12.22

I found out yesterday that our financial aid application was approved. We haven't gotten too many details yet, but we at least know that the brain MRI was covered. Thank you Jesus!

12.18

Lauren, Aimee and I spent 3 2/1 hours at the Ophthalmology dept yesterday. 3 different doctors took a look at her eyes, trying all kinds of techniques. After the examinations, we were told that her eyes, optic nerve, blood vessels, ect all appear to be functioning normally. It seems that her eyes are taking in information and bringing to the brain, but it isn't being processed there. This seems to be directly related to the delayed myelination. The doctor said there are 10 current patients of childrens with the same symptoms, same development issues.
January 6th we will be discussing these results with the neurodevelopmental doctor. I also plan on asking him about setting up a support group with these other parents.
January 7th we will be taking her back to Ophthalmology to have a few tests performed which will measure her brain wave responses to visual imagery.

12.15

So...Ed just got off the phone with Dr Walker, the Neurodevelopmental specialist at Seattle Children's. All of our test results came back normal. We had already heard the results of the tests for cholesterol levels and a specific disorder a couple weeks ago, but these results were for protein tests and chromosome/genetic tests.
Not to sure what to think about this. It is a good thing, but also leaves us back with no leads and no answers. We will be meeting with the Opthamologist on Thursday to have her nervous system checked through eye exams. This may give us some answers or may be normal. We will be back in Dr Walker's office on January 6th to discuss where she is at currently and if there is anymore testing that should be done.
In the mean time we are continuing to work with the state and school district therapists to help Aimee meet the goals of grasping objects, sitting up and moving about the house.
Thank you for your continued prayers for our family!

12.3

Yesterday we had 2 therapists and a resource coordinator come to visit. They will be coming over about 3 times a month to work with Aimee. They were all very helpful and full of good ideas to help stimulate her. That was the good part. The bad part was that they made me sit down and make goals. It doesn't sound that bad, but I had to think about where I am hoping Aimee will be in 6 months and in a year.
We set 3 main goals for Aimee to be able to do in the next year:
-bring items to her mouth by herself (this is probably a 6 month goal)
-sit up unassisted
-explore the house
I actually asked for crawling, but they said that may not be an option. We will just work toward her being able to move about in some fashion. We then set tiny little goals to work towards these larger goals. It was the most emotionally challenging appointment I have done yet. I've been avoiding asking myself the question of where she will be at in a year. Will she be able to sit up by her 1st birthday? Will she be able to walk by her 2nd? If we take things day by day it seems very good. Aimee is making progress in little areas. As Ed and I discussed it last night...we finally have to face the fact that things are going to be different for us in major ways...maybe for her whole life...

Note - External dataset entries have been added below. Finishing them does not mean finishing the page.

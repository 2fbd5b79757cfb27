package roundwright.scheduling.audit;

import static org.junit.jupiter.api.Assertions.assertEquals;

import java.math.BigDecimal;
import java.util.Map;
import org.junit.jupiter.api.Test;
import org.junit.jupiter.params.ParameterizedTest;
import org.junit.jupiter.params.provider.CsvSource;
import roundwright.scheduling.Scene;
import roundwright.scheduling.model.Event;
import roundwright.scheduling.model.Group;

/** The least time of a group, worked out by hand from the page. */
final class LeastTimeTest {
  private static long least(Scene scene) {
    Event event = scene.event();
    Group group = scene.plan().groups().get(0);
    return LeastTime.minutes(new Directory(event), group);
  }

  private static Scene average(
      int people, Object expected, int stations, Map<String, Object> crew) {
    Scene scene =
        new Scene()
            .hall("main", 20)
            .discipline("cube3")
            .round("a", "cube3", 1)
            .set("countedBy", "average-of-5")
            .set("crew", crew);
    for (int i = 0; i < people; i++) {
      scene.person("p" + i).enters("cube3", expected);
    }
    scene.group("g", "a", 1, "main", "09:00-10:00").set("stations", stations);
    for (int i = 0; i < people; i++) {
      scene.solve("p" + i);
    }
    return scene;
  }

  private static Map<String, Object> crew(int judges, int scramblers, int runners) {
    return Map.of("judges", judges, "scramblers", scramblers, "runners", runners);
  }

  @ParameterizedTest
  @CsvSource({
    // people, expected, stations, scramblers, runners, minutes
    // path = 5 x (expected + 45) + 5 x (25 + 12); 18 s: 500 s x 1.2 = 600 s exactly
    "1, 18, 1, 1, 1, 10",
    "1, 18.0000001, 1, 1, 1, 15",
    // no scramblers: path = 5 x (expected + 45) + 5 x 12; 43 s: 500 s
    "1, 43, 1, 0, 1, 10",
    "1, 43.001, 1, 0, 1, 15",
    // no runners: path = 5 x (expected + 45) + 5 x 25; 30 s: 500 s
    "1, 30, 1, 1, 0, 10",
    "1, 30.001, 1, 1, 0, 15",
    // neither: path = work; 55 s: 500 s
    "1, 55, 1, 0, 0, 10",
    "1, 55.001, 1, 0, 0, 15",
    // stations: 6 x 300 / 2 = 900 s, x 1.2 = 1080 s, 18 minutes
    "6, 15, 2, 6, 6, 20",
    // scramblers: 12 x 5 x 25 / 1 = 1500 s, x 1.2 = 1800 s, 30 minutes exactly
    "12, 15, 12, 1, 12, 30",
    // runners: 20 x 5 x 12 / 1 = 1200 s, x 1.2 = 1440 s, 24 minutes
    "20, 15, 20, 20, 1, 25",
  })
  void the_scarcest_of_four_resources_decides(
      int people, BigDecimal expected, int stations, int scramblers, int runners, long minutes) {
    Scene scene = average(people, expected, stations, crew(1, scramblers, runners));
    assertEquals(minutes, least(scene));
  }

  @Test
  void in_fixed_seating_everybody_has_a_station_whatever_the_plan_says() {
    // sum of work / size = 300 s; longest path 485 s x 1.2 = 582 s
    Scene scene = average(6, 15, 2, crew(1, 6, 6));
    assertEquals(20, least(scene));
    assertEquals(10, least(scene.rule("seating", "fixed")));
  }

  @ParameterizedTest
  @CsvSource({
    // 5 x 100 + 225 + 5 x 37 = 910 s, x 1.2 = 1092 s
    "attempt, 100, 20",
    "attempt, 7000, 20",
    // 5 x 7000 is capped at 100 for the round: 100 + 225 + 185 = 510 s, x 1.2 = 612 s
    "round, 7000, 15",
    // 5 x 10 is not: 50 + 225 + 185 = 460 s, x 1.2 = 552 s
    "round, 10, 10",
  })
  void the_limit_caps_solving(String covers, int expected, long minutes) {
    assertEquals(minutes, least(capped(covers, 100, expected)));
  }

  private static Scene capped(String covers, int limit, int expected) {
    return new Scene()
        .hall("main", 20)
        .discipline("cube3")
        .round("a", "cube3", 1)
        .set("countedBy", "average-of-5")
        .set("timeLimitSeconds", limit)
        .set("limitCovers", covers)
        .set("crew", crew(1, 1, 1))
        .person("p0")
        .enters("cube3", expected)
        .group("g", "a", 1, "main", "09:00-10:00")
        .solve("p0");
  }

  @ParameterizedTest
  @CsvSource({
    // a x (expected + 45 + 37) x 1.2: 5 x 141.9 x 1.2 = 851.4 s; 2 x 142 x 1.2 = 340.8 s
    "average-of-5, 59.9, 2, 15",
    "average-of-5, 60, 2, 10",
    "average-of-5, 60.1, 2, 10",
    // at most the round's own attempts: 2 x 142 x 1.2 = 340.8 s, 4 would be 681.6 s
    "best-of-2, 60, 4, 10",
    // 4 x 142 x 1.2 = 681.6 s
    "average-of-5, 60, 4, 15",
  })
  void who_is_not_under_the_cut_off_stops_after_its_attempts(
      String countedBy, BigDecimal expected, int attempts, long minutes) {
    Scene scene =
        new Scene()
            .hall("main", 20)
            .discipline("cube3")
            .round("a", "cube3", 1)
            .set("countedBy", countedBy)
            .set("cutOff", Map.of("attempts", attempts, "seconds", 60))
            .set("crew", crew(1, 1, 1))
            .person("p0")
            .enters("cube3", expected)
            .group("g", "a", 1, "main", "09:00-10:00")
            .solve("p0");
    assertEquals(minutes, least(scene));
  }

  @Test
  void a_competitor_without_an_entry_counts_with_sixty_seconds() {
    Scene scene =
        new Scene()
            .hall("main", 20)
            .discipline("cube3")
            .round("a", "cube3", 1)
            .set("countedBy", "average-of-5")
            .set("crew", crew(1, 1, 1))
            .person("p0")
            .group("g", "a", 1, "main", "09:00-10:00")
            .solve("p0");
    // 5 x (60 + 45 + 37) = 710 s, x 1.2 = 852 s
    assertEquals(15, least(scene));
  }

  @Test
  void the_wanted_crew_follows_from_stations_size_and_rules() {
    // judges min(4, 8) = 4; scramblers ceil(4 / 3) = 2; runners ceil(4 / 5) = 1
    Scene scene = new Scene().hall("main", 20).discipline("cube3").round("a", "cube3", 1);
    scene.person("p0").enters("cube3", 20);
    scene.group("g", "a", 1, "main", "09:00-10:00").set("stations", 4);
    scene.solve("p0", "p0", "p0", "p0", "p0", "p0", "p0", "p0");
    assertEquals(new WantedCrew(4, 2, 1), wanted(scene));
    scene.rule("stationsPerScrambler", 0).rule("stationsPerRunner", 0.5);
    assertEquals(new WantedCrew(4, 0, 8), wanted(scene));
    scene.set("stations", 20).rule("stationsPerScrambler", 8).rule("stationsPerRunner", 9);
    assertEquals(new WantedCrew(8, 1, 1), wanted(scene));
  }

  private static WantedCrew wanted(Scene scene) {
    return WantedCrew.of(new Directory(scene.event()), scene.plan().groups().get(0));
  }

  @Test
  void slack_and_grid_are_the_rules_own() {
    // path 500 s: slack 1 -> 500 s, grid 1 -> 9 minutes; slack 3 -> 1500 s = 25 minutes
    Scene scene = average(1, 18, 1, crew(1, 1, 1)).rule("slack", 1).rule("startGridMinutes", 1);
    assertEquals(9, least(scene));
    assertEquals(25, least(scene.rule("slack", 3)));
    assertEquals(28, least(scene.rule("startGridMinutes", 7)));
  }
}
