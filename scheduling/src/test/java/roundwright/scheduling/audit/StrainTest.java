package roundwright.scheduling.audit;

import static org.junit.jupiter.api.Assertions.assertEquals;
import static org.junit.jupiter.api.Assertions.assertFalse;

import java.math.BigDecimal;
import java.util.List;
import java.util.Map;
import org.junit.jupiter.api.Test;
import org.junit.jupiter.params.ParameterizedTest;
import org.junit.jupiter.params.provider.CsvSource;
import roundwright.scheduling.Scene;
import roundwright.scheduling.cost.RuleName;
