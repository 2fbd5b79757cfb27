package roundwright.scheduling.audit;

import static org.junit.jupiter.api.Assertions.assertEquals;
import static org.junit.jupiter.api.Assertions.assertFalse;
import static org.junit.jupiter.api.Assertions.assertThrows;
import static org.junit.jupiter.api.Assertions.assertTrue;

import java.math.BigDecimal;
import java.util.ArrayList;
import java.util.Collections;
import java.util.EnumMap;
import java.util.EnumSet;
import java.util.List;
import java.util.Map;
import java.util.Optional;
import java.util.Set;
import org.junit.jupiter.api.Test;
import roundwright.scheduling.RandomEvents;
import roundwright.scheduling.RandomPlans;
import roundwright.scheduling.Scene;
import roundwright.scheduling.cost.Cost;
import roundwright.scheduling.cost.Finding;
import roundwright.scheduling.cost.Level;
import roundwright.scheduling.cost.RuleName;
import roundwright.scheduling.model.Event;
import roundwright.scheduling.model.Group;
import roundwright.scheduling.model.Plan;

/** What holds for every verdict. */
final class AuditorTest {
  private static final int SEEDS = 120;
  private static final BigDecimal A_MILLIONTH = new BigDecimal("0.000001");

  private static Verdict verdict(Event event, long seed) {
    Plan plan = RandomPlans.bad(event, seed);
    Plan kept = RandomPlans.disturbed(plan, event, seed);
    return new Auditor(event).audit(plan, new Kept(kept, Optional.of(plan.groups().get(0).end())));
  }

  @Test
  void the_findings_of_each_rule_add_up_to_its_amount_and_the_amounts_to_the_price() {
    for (long seed = 0; seed < SEEDS; seed++) {
      Event event = RandomEvents.wild(seed).event();
      if (RandomPlans.bad(event, seed).groups().isEmpty()) {
        continue;
      }
      Verdict verdict = verdict(event, seed);
      Map<RuleName, BigDecimal> sums = new EnumMap<>(RuleName.class);
      for (Finding finding : verdict.findings()) {
        assertTrue(finding.amount().signum() > 0, "seed " + seed + ": " + finding);
        sums.merge(finding.rule(), finding.amount(), BigDecimal::add);
      }
      assertEquals(sums, verdict.amounts(), "seed " + seed);
      long breaches = 0;
      BigDecimal strain = BigDecimal.ZERO;
      for (Map.Entry<RuleName, BigDecimal> amount : verdict.amounts().entrySet()) {
        if (amount.getKey().level() == Level.BREACH) {
          breaches += amount.getValue().longValueExact();
        } else if (amount.getKey().level() == Level.STRAIN) {
          strain = strain.add(amount.getValue().multiply(event.rules().weight(amount.getKey())));
        }
      }
      assertEquals(breaches, verdict.cost().breaches(), "seed " + seed);
      assertTrue(
          strain.subtract(verdict.cost().strain()).abs().compareTo(A_MILLIONTH) < 0,
          "seed " + seed);
    }
  }

  @Test
  void the_price_alone_is_the_price_of_the_verdict() {
    for (long seed = 0; seed < SEEDS; seed++) {
      Event event = RandomEvents.wild(seed).event();
      Plan plan = RandomPlans.bad(event, seed);
      Auditor auditor = new Auditor(event);
      Kept kept = new Kept(RandomPlans.disturbed(plan, event, seed));
      assertEquals(auditor.audit(plan).cost(), auditor.price(plan), "seed " + seed);
      assertEquals(auditor.audit(plan, kept).cost(), auditor.price(plan, kept), "seed " + seed);
    }
  }

  @Test
  void bad_plans_by_chance_break_every_rule_there_is() {
    Set<RuleName> broken = EnumSet.noneOf(RuleName.class);
    for (long seed = 0; seed < SEEDS; seed++) {
      Event event = RandomEvents.wild(seed).event();
      if (!RandomPlans.bad(event, seed).groups().isEmpty()) {
        broken.addAll(verdict(event, seed).amounts().keySet());
      }
    }
    assertEquals(EnumSet.complementOf(EnumSet.of(RuleName.LIKELY_OVERRUN)), broken);
  }

  @Test
  void every_finding_is_one_sentence_that_names_its_people() {
    for (long seed = 0; seed < SEEDS; seed++) {
      Event event = RandomEvents.wild(seed).event();
      if (RandomPlans.bad(event, seed).groups().isEmpty()) {
        continue;
      }
      for (Finding finding : verdict(event, seed).findings()) {
        assertTrue(finding.says().endsWith("."), finding.says());
        assertFalse(finding.says().contains("\n"), finding.says());
        for (String person : finding.people()) {
          assertTrue(finding.says().contains(person), finding.says());
        }
      }
    }
  }

  @Test
  void the_order_in_which_a_plan_lists_its_groups_makes_no_difference() {
    for (long seed = 0; seed < SEEDS; seed++) {
      Event event = RandomEvents.wild(seed).event();
      Plan plan = RandomPlans.bad(event, seed);
      List<Group> turned = new ArrayList<>(plan.groups());
      Collections.reverse(turned);
      Cost cost = new Auditor(event).price(plan);
      Cost other = new Auditor(event).price(new Plan(turned, plan.score(), plan.findings()));
      assertEquals(cost.breaches(), other.breaches(), "seed " + seed);
      assertEquals(cost.gaps(), other.gaps(), "seed " + seed);
      assertEquals(cost.roundedStrain(), other.roundedStrain(), "seed " + seed);
    }
  }

  @Test
  void a_plan_that_names_somebody_unknown_is_refused() {
    Scene scene =
        new Scene()
            .hall("main", 10)
            .discipline("cube3")
            .round("a", "cube3", 1)
            .person("ada")
            .group("g1", "a", 1, "main", "09:00-09:30")
            .solve("ada");
    Event without = new Scene().hall("main", 10).discipline("cube3").round("a", "cube3", 1).event();
    IllegalArgumentException refusal =
        assertThrows(
            IllegalArgumentException.class, () -> new Auditor(without).audit(scene.plan()));
    assertEquals(
        "The plan names the person ada, which the event does not have", refusal.getMessage());
  }

  @Test
  void notices_cost_nothing() {
    Scene scene =
        new Scene()
            .hall("main", 10)
            .open("09:00-10:00")
            .set("occupancy", 1)
            .discipline("cube3")
            .round("a", "cube3", 1)
            .advance("count", 1)
            .round("b", "cube3", 2)
            .person("ada")
            .enters("cube3", 20)
            .available()
            .person("ben")
            .group("g1", "a", 1, "main", "09:00-09:46")
            .solve("ada", "ben")
            .group("g2", "b", 1, "main", "09:00-09:10")
            .solve("ben");
    Verdict verdict = scene.verdict();
    assertEquals(
        List.of(
            "Group 1 of cube3 round 1 (Sat 8 May 09:00-09:46) brings 2 people into main,"
                + " whose limit is 1.",
            "Group 1 of cube3 round 1 (Sat 8 May 09:00-09:46) ends 14 minutes before main closes.",
            "ada will likely be in cube3 round 2, and is away in all its groups"
                + " (Sat 8 May 09:00 to Sat 8 May 09:10)."),
        verdict.findings().stream()
            .filter(finding -> finding.level() == Level.NOTICE)
            .map(Finding::says)
            .toList());
    long breaches = verdict.breaches().values().stream().mapToLong(Long::longValue).sum();
    assertEquals(breaches, verdict.cost().breaches());
  }
}
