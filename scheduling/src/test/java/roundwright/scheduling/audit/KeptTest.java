package roundwright.scheduling.audit;

import static org.junit.jupiter.api.Assertions.assertEquals;

import org.junit.jupiter.api.Test;
import org.junit.jupiter.params.ParameterizedTest;
import org.junit.jupiter.params.provider.CsvSource;
import roundwright.scheduling.Scene;
import roundwright.scheduling.cost.RuleName;
import roundwright.scheduling.file.FileProblems;
import roundwright.scheduling.file.PlanFile;
import roundwright.scheduling.model.Plan;

/** What a plan changes of a kept one. */
final class KeptTest {
  private static Scene kept() {
    return new Scene()
        .hall("main", 10)
        .hall("annex", 10)
        .discipline("cube3")
        .round("a", "cube3", 1)
        .person("p")
        .enters("cube3", 20)
        .person("q")
        .judges()
        .runs()
        .group("g1", "a", 1, "main", "09:00-09:30")
        .solve("p")
        .judge("q")
        .keep();
  }

  @Test
  void without_a_kept_plan_nothing_is_changed() {
    Scene scene = new Scene().hall("main", 1).discipline("d").round("a", "d", 1).person("p");
    scene.group("g", "a", 1, "main", "09:00-09:30").solve("p");
    assertEquals("0", scene.amount(RuleName.CHANGED));
    assertEquals("0", scene.amount(RuleName.TOLD));
  }

  @ParameterizedTest
  @CsvSource({
    "main,  09:00-09:30, 0, 0",
    "main,  09:05-09:35, 0, 0",
    "main,  08:55-09:25, 0, 0",
    "main,  09:05-09:25, 0, 0",
    "main,  09:06-09:30, 2, 2",
    "main,  09:00-09:36, 2, 2",
    "main,  08:54-09:30, 2, 2",
    "annex, 09:00-09:30, 2, 2",
  })
  void up_to_five_minutes_in_the_same_hall_are_no_change(
      String hall, String stretch, String changed, String told) {
    Scene scene = kept().in("g1").at(stretch).set("hall", hall);
    assertEquals(changed, scene.amount(RuleName.CHANGED));
    assertEquals(told, scene.amount(RuleName.TOLD));
  }

  @Test
  void another_number_or_id_is_no_change_but_another_role_is_two() {
    Scene scene = kept().in("g1").set("number", 7).set("id", "g9");
    assertEquals("0", scene.amount(RuleName.CHANGED));
    scene.nobody().solve("p").run("q");
    assertEquals("2", scene.amount(RuleName.CHANGED));
    assertEquals("1", scene.amount(RuleName.TOLD));
  }

  @Test
  void what_is_new_or_gone_counts_once_each() {
    Scene scene = kept().group("g2", "a", 2, "main", "11:00-11:30").solve("p").judge("q");
    assertEquals("2", scene.amount(RuleName.CHANGED));
    scene.drop("g1");
    // both are moved now: one gone and one new each
    assertEquals("2", scene.amount(RuleName.CHANGED));
    assertEquals("2", scene.in("g2").nobody().solve("p").amount(RuleName.CHANGED));
    assertEquals("2", scene.amount(RuleName.TOLD));
  }

  @Test
  void partners_are_found_one_to_one_as_many_as_possible() {
    Scene scene =
        new Scene()
            .hall("main", 10)
            .discipline("cube3")
            .round("a", "cube3", 1)
            .person("p")
            .group("g1", "a", 1, "main", "09:05-09:35")
            .solve("p")
            .group("g2", "a", 2, "main", "09:10-09:40")
            .solve("p")
            .keep()
            .in("g1")
            .at("09:05-09:35")
            .in("g2")
            .at("09:00-09:30");
    // taking the nearest first would leave 9:10 without a partner for 9:00
    assertEquals("0", scene.amount(RuleName.CHANGED));
    assertEquals("1", scene.in("g1").at("09:04-09:34").amount(RuleName.CHANGED));
  }

  @Test
  void the_past_counts_both_what_is_gone_and_what_is_new() {
    Scene scene = kept().in("g1").at("09:10-09:40");
    assertEquals("0", scene.amountAt(RuleName.PAST_CHANGED, "09:00"));
    assertEquals("2", scene.amountAt(RuleName.PAST_CHANGED, "09:01"));
    assertEquals("2", scene.amountAt(RuleName.PAST_CHANGED, "09:10"));
    assertEquals("4", scene.amountAt(RuleName.PAST_CHANGED, "09:11"));
    assertEquals("0", scene.amount(RuleName.PAST_CHANGED));
  }

  @Test
  void people_who_have_left_are_left_out_and_halls_and_rounds_are_not() {
    Scene scene =
        new Scene()
            .zone("Europe/Lisbon")
            .venue("house")
            .hall("main", 10)
            .venue("school")
            .set("zone", "Europe/Madrid")
            .hall("gym", 10)
            .discipline("cube3")
            .round("a", "cube3", 1)
            .person("p")
            .group("g1", "a", 1, "main", "09:00-09:30")
            .solve("p");
    Auditor auditor = new Auditor(scene.event());
    Verdict verdict =
        auditor.audit(
            scene.plan(),
            new Kept(
                keptPlan(
                    scene,
                    "\"round\": \"a\", \"hall\": \"barn\", \"competitors\": [\"p\", \"gone\"]")));
    assertEquals("1", verdict.amounts().get(RuleName.CHANGED).toPlainString());
    assertEquals("1", verdict.amounts().get(RuleName.TOLD).toPlainString());
    verdict =
        auditor.audit(
            scene.plan(),
            new Kept(
                keptPlan(scene, "\"round\": \"z\", \"hall\": \"main\", \"competitors\": [\"p\"]")));
    assertEquals("2", verdict.amounts().get(RuleName.CHANGED).toPlainString());
  }

  private static Plan keptPlan(Scene scene, String keys) {
    try {
      return PlanFile.readKept(
              "{\"format\": \"roundwright-plan/1\", \"groups\": [{\"id\": \"k\", \"number\": 1,"
                  + " \"stations\": 1, \"start\": \"2027-05-08T09:00\","
                  + " \"end\": \"2027-05-08T09:30\", "
                  + keys
                  + "}]}",
              scene.event())
          .plan();
    } catch (FileProblems problems) {
      throw new AssertionError(problems);
    }
  }
}
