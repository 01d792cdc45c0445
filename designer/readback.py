"""What was read as what: the values of the file beside their meaning, and the defaults that were taken.

Three meanings of plus-minus, always named: a belief's factor or width spans 90 %, an error is one
standard deviation (1 SD), a reported range is 95 %.
"""

from __future__ import annotations

import tomllib
from collections.abc import Iterator
from typing import Any

from designer import units
from designer.findings import ReadAs
from designer.records import Aim, Condition, Pilot, Prepared, Reading, Study


def read_as(study: Study) -> tuple[ReadAs, ...]:
    """Values of the file and what they were read as, in the order of conditions, constants, pilots,
    readings, errors of the run, limits."""
    raw = _raw(study)
    return (
        *(_condition(c, raw) for c in study.conditions),
        *_constants(study, raw),
        *(_pilot(study, pilot) for pilot in study.pilots),
        *(line for reading in study.readings for line in _reading(study, reading)),
        *_run_errors(study),
        *_limits(study, raw),
        *_caps(study),
    )


def _raw(study: Study) -> dict[str, Any]:
    return tomllib.loads(study.source.replace("\r\n", "\n")) if study.source else {}


# conditions and constants


def _condition(condition: Condition, raw: dict[str, Any]) -> ReadAs:
    written = raw.get("conditions", {}).get(condition.name, "")
    kind = "starting concentration" if condition.is_species else "not a species, stands bare in rates"
    if condition.levels:
        offer = f"one of {', '.join(_internal(x, condition) for x in condition.levels)}"
    elif condition.is_fixed:
        offer = f"fixed at {_internal(condition.low, condition)}"
    else:
        low, high = (_internal(x, condition) for x in (condition.low, condition.high))
        offer = f"to be chosen from {low} to {high}"
    kind = "temperature" if condition.name == "temperature" else kind
    return ReadAs(f"conditions.{condition.name}", _written(written), f"{kind}, {offer}")


def _internal(value: float, condition: Condition) -> str:
    """In internal units, so that a slip of a prefix shows."""
    if condition.dimension == units.TEMPERATURE:
        return f"{value:.2f} K"
    return units.show(value, units.unit_of(condition.dimension), 4)


def _written(value: Any) -> str:
    if isinstance(value, dict):
        if "one_of" in value:
            return f"one of {', '.join(str(x) for x in value['one_of'])}"
        return f"{value.get('from')} to {value.get('to')}"
    return str(value)


def _constants(study: Study, raw: dict[str, Any]) -> Iterator[ReadAs]:
    known = dict(study.constants)
    for name, written in raw.get("constants", {}).items():
        if name in known:
            yield ReadAs(f"constants.{name}", str(written), f"{_constant(known[name], written)}, exact")


def _constant(value: float, written: Any) -> str:
    dimension = units.read(written).dimension if isinstance(written, str) else units.NONE
    unit = units.unit_of(dimension)
    return f"{value:.6g} {unit}".strip() if unit else f"{value:.6g}, a plain number"


# pilots and readings


def _pilot(study: Study, pilot: Pilot) -> ReadAs:
    seen = ", ".join(
        f"{100 * share:.3g} % of {pilot.species} gone after {units.show(time, study.time_unit)}"
        for time, share in pilot.readings
    )
    at = ", ".join(f"{name} {units.show(value, study.condition(name).unit)}" for name, value in pilot.at)
    error = f"each conversion with an error of {100 * pilot.error:.3g} % of full conversion (1 SD)"
    return ReadAs("pilot", seen, f"a run at {at}, seen by every candidate; {error}")


def _reading(study: Study, reading: Reading) -> Iterator[ReadAs]:
    where = f"readings '{reading.name}'"
    unit = reading.unit or "a plain number"
    yield ReadAs(f"{where} signal", reading.text, f"read in {unit}")
    errors = []
    if reading.relative:
        errors.append(f"{100 * reading.relative:.3g} % of the reading")
    if reading.absolute:
        errors.append(units.show(reading.absolute, reading.unit))
    if reading.time_error:
        errors.append(f"{units.show(reading.time_error, 's')} in the time of sampling")
    doubt = f", which may be wrong by a factor of {reading.uncertain:g} (90 %)" if reading.uncertain else ""
    yield ReadAs(f"{where} errors", " and ".join(errors), f"1 SD, afresh for every sample{doubt}")
    yield from _trusted(where, reading)
    if reading.every:
        apart = max(reading.every, 2 * (reading.memory or 0.0))
        shown = units.show(apart, study.time_unit)
        meaning = f"recorded throughout; readings {shown} apart count, nearer ones add nothing"
        yield ReadAs(f"{where} every", f"every {units.show(reading.every, 's')}", meaning)


def _trusted(where: str, reading: Reading) -> Iterator[ReadAs]:
    if reading.lowest is not None:
        shown = units.show(reading.lowest, reading.unit)
        yield ReadAs(f"{where} lowest", shown, "below it only 'less than' is known")
    if reading.highest is not None:
        shown = units.show(reading.highest, reading.unit)
        yield ReadAs(f"{where} highest", shown, "above it only 'more than' is known")


# errors of the run, limits, caps


def _run_errors(study: Study) -> Iterator[ReadAs]:
    stated = study.run_errors
    shared = "1 SD, one for all samples of a run"
    if stated.rate:
        yield ReadAs("run_errors.rate", f"{100 * stated.rate:.3g} %", f"{shared}: a factor on every rate")
    for prepared in stated.prepared:
        yield ReadAs(f"run_errors.prepared.{prepared.name}", *_preparation(prepared))
    if stated.temperature:
        yield ReadAs(
            "run_errors.temperature", f"{stated.temperature:.3g} K", f"{shared}: the true temperature"
        )
    if stated.time_zero:
        yield ReadAs(
            "run_errors.time_zero", units.show(stated.time_zero, "s"), f"{shared}: the start of the clock"
        )
    for name, size in stated.scale:
        meaning = f"{shared}: a factor on {_of(name)}"
        yield ReadAs("run_errors.scale", f"{100 * size:.3g} %", meaning)
    for name, size in stated.baseline:
        unit = next(r.unit for r in study.readings if name in ("", r.name))
        yield ReadAs("run_errors.baseline", units.show(size, unit), f"{shared}: added to {_of(name)}")


def _of(name: str) -> str:
    return f"'{name}'" if name else "the signal"


def _preparation(prepared: Prepared) -> tuple[str, str]:
    parts = []
    if prepared.each_run:
        parts.append((f"{100 * prepared.each_run:.3g} % each run", "afresh for every run"))
    if prepared.stock:
        parts.append((f"{100 * prepared.stock:.3g} % of the stock", "one for all runs made from the stock"))
    if not parts:
        return "0 %", "prepared without error"
    return " and ".join(p[0] for p in parts), "1 SD, " + " and ".join(p[1] for p in parts)


def _limits(study: Study, raw: dict[str, Any]) -> Iterator[ReadAs]:
    """Times only, where the unit in which times are shown differs from the one written."""
    for key, written in raw.get("limits", {}).items():
        value = getattr(study.limits, key, None)
        if not isinstance(written, str) or value is None:
            continue
        shown = units.show(value, study.time_unit, 6)
        if shown != written.strip():
            yield ReadAs(f"limits.{key}", written, shown)


def _caps(study: Study) -> Iterator[ReadAs]:
    for name, cap in study.caps:
        unit = study.condition(name).unit
        yield ReadAs(f"caps.{name}", units.show(cap, unit), "never exceeded, whatever it would teach")


# defaults


def defaults(study: Study) -> tuple[ReadAs, ...]:
    """What the file does not say, and what is taken instead."""
    raw = _raw(study)
    return tuple(ReadAs(where, "", meaning) for where, meaning in _defaults(study, raw))


def _defaults(study: Study, raw: dict[str, Any]) -> Iterator[tuple[str, str]]:
    if len(study.listed) > 1 and not any("belief" in table for table in raw.get("candidates", [])):
        yield "belief", f"equal for all {len(study.listed)} candidates"
    free = next((c for c in study.candidates if c.free_order), None)
    if free is not None and "free_order" not in raw:
        yield "free_order", f"a law of free orders, for 'none of these', with {100 * free.belief:.3g} %"
    aim = raw.get("aim", {})
    if "probability" not in aim:
        yield "aim.probability", f"a law counts as settled at {Aim.probability:g}"
    if "chance" not in aim:
        yield "aim.chance", f"{Aim.chance:g} of studies should get there, for the hardest candidate"
    if "precision" not in aim:
        yield "aim.precision", "no constant is asked for by name"
    if "weight_on_law" not in aim:
        yield "aim.weight_on_law", f"{Aim.weight_on_law:g} on telling laws apart, the rest on precision"
    yield from _limit_defaults(study, raw)


def _limit_defaults(study: Study, raw: dict[str, Any]) -> Iterator[tuple[str, str]]:
    given = raw.get("limits", {})
    if "first_sample" not in given:
        yield "limits.first_sample", "the first sample may come at time zero"
    if "spacing" not in given and any(not reading.every for reading in study.readings):
        yield "limits.spacing", "samples may follow each other at once"
    if "setup_per_run" not in given:
        yield "limits.setup_per_run", "setting up a run takes no time"
    if "booked" not in given:
        yield "limits.booked", "no booking: the time a plan takes is not limited"
    if "samples" not in raw.get("plan", {}):
        yield "plan.samples", f"{study.plan.samples} readings of the longest run, as recorded"
    if not study.run_errors.prepared and any(c.is_species for c in study.conditions):
        yield "run_errors.prepared", "starting concentrations are prepared without error"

Please pray for us to know the right ways to love and encourage Aimee towards reaching the small goals. Also, please pray for God's provision. We are in the process of applying for financial aid through the hospital for the medical bills and will also be applying for SSI to help pay for special equipment.

Thank you for your support and love to us during this last few months. We have been so blessed by our lovely family and friends.